# Vocabulary Guide to Biblical Hebrew (Van Pelt and Pratico)



## RamistThomist (Sep 14, 2018)

Van Pelt, Miles. Practico, Gary. _The Vocabulary Guide to Biblical Hebrew_. Grand Rapids, MI: Zondervan, 2003.

This book is what it says it is in the title. However, the genius of the book lies in giving the reader a descending order of word frequency in the Hebrew Bible. The authors note: "By memorizing only the first fifty words in the vocabulary frequency list, students will be equipped to recognize almost 55% of the total words that occur in the Hebrew Old Testament (419,687). Students who master the 641 words that occur 50 times or more will be able to recognize 80% of all words that occur" (Van Pelt and Pratico ix).

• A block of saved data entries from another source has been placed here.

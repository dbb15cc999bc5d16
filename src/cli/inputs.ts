/** Loading the CLI's inputs: model, rules, lobby files and folders. */
import { readdir, stat } from 'node:fs/promises';
import { join } from 'node:path';
import { type Issue, type Result, error, fail, ok } from '../issues.js';
import { readJsonDocument } from '../io/read-json.js';
import { reportIssues } from './output.js';
import { type CompiledModel, compileModel } from '../model/compile.js';
import { type CompiledRules, compileRules, defaultRules } from '../solver/rules.js';
import { type ValidLobby, safeParseLobby } from '../formats/lobby.js';

export const LOBBY_SUFFIX = '.lobby.json';

export async function loadModel(path: string): Promise<Result<CompiledModel>> {
  return reported(await readJsonDocument(path, compileModel));
}

export async function loadRules(path: string | undefined): Promise<Result<CompiledRules>> {
  if (path === undefined) return ok(defaultRules());
  return reported(await readJsonDocument(path, compileRules));
}

/** A loaded input's warnings go to stderr at once (the result keeps its value). */
function reported<T>(result: Result<T>): Result<T> {
  if (result.ok && result.warnings.length > 0) reportIssues(result.warnings);
  return result;
}

/** Expand the PATH arguments: files as given, folders to their `*.lobby.json` files in name order, `-` as stdin. */
export async function expandLobbyPaths(paths: readonly string[]): Promise<Result<string[]>> {
  const files: string[] = [];
  const issues: Issue[] = [];
  for (const path of paths) {
    if (path === '-') {
      files.push(path);
      continue;
    }
    try {
      const info = await stat(path);
      if (info.isDirectory()) {
        const names = (await readdir(path)).filter((name) => name.endsWith(LOBBY_SUFFIX)).sort();
        if (names.length === 0) issues.push(error('no_lobbies', path, `a folder requires at least one *${LOBBY_SUFFIX} file, got none`));
        files.push(...names.map((name) => join(path, name)));
      } else files.push(path);
    } catch {
      issues.push(error('cannot_read', path, 'the input requires an existing file or folder, got no such path'));
    }
  }
  return issues.length > 0 ? fail(issues) : ok(files);
}

export interface LoadedLobby {
  readonly path: string;
  readonly lobby: ValidLobby;
}

/** Load every lobby; collect every file's issues rather than stop at the first. */
export async function loadLobbies(paths: readonly string[]): Promise<Result<LoadedLobby[]>> {
  const expanded = await expandLobbyPaths(paths);
  if (!expanded.ok) return expanded;
  const lobbies: LoadedLobby[] = [];
  const issues: Issue[] = [];
  for (const path of expanded.value) {
    const parsed = await readJsonDocument(path, safeParseLobby);
    if (parsed.ok) lobbies.push({ path, lobby: parsed.value });
    else issues.push(...parsed.issues);
  }
  return issues.length > 0 ? fail(issues) : ok(lobbies);
}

My brethren, I can testify. I had 2 years of Hebrew in seminary and let it drop when I left. I probably didn't touch it again for six years. When I came back, my grammar, verb tenses, etc were weak, obviously. But I followed the reasoning of this book and my vocabulary recognition was surprisingly strong.

The first section of the book is by overall frequency. It begins with _waw_ (50,524 occurrences). The 100th most frequent word is _peh_, mouth (498 occurrences). The 500th most frequent word is _tsar_, foreign or strange (70 occurrences).

The other sections of the book are arranged by common root, proper nouns, common gender, endingless feminine singular nouns, adjectives, prepositions, verbs, verbal roots in the derived stems, Weak Verbs I-נ, III-ה, I-Guttural, II-Guttural, III-ח/ע, III-א, Weak Verbs Biconsonantal, Weak Verbs Geminate, and identical words with different meanings.

Reactions: Like 1 | Informative 1


----------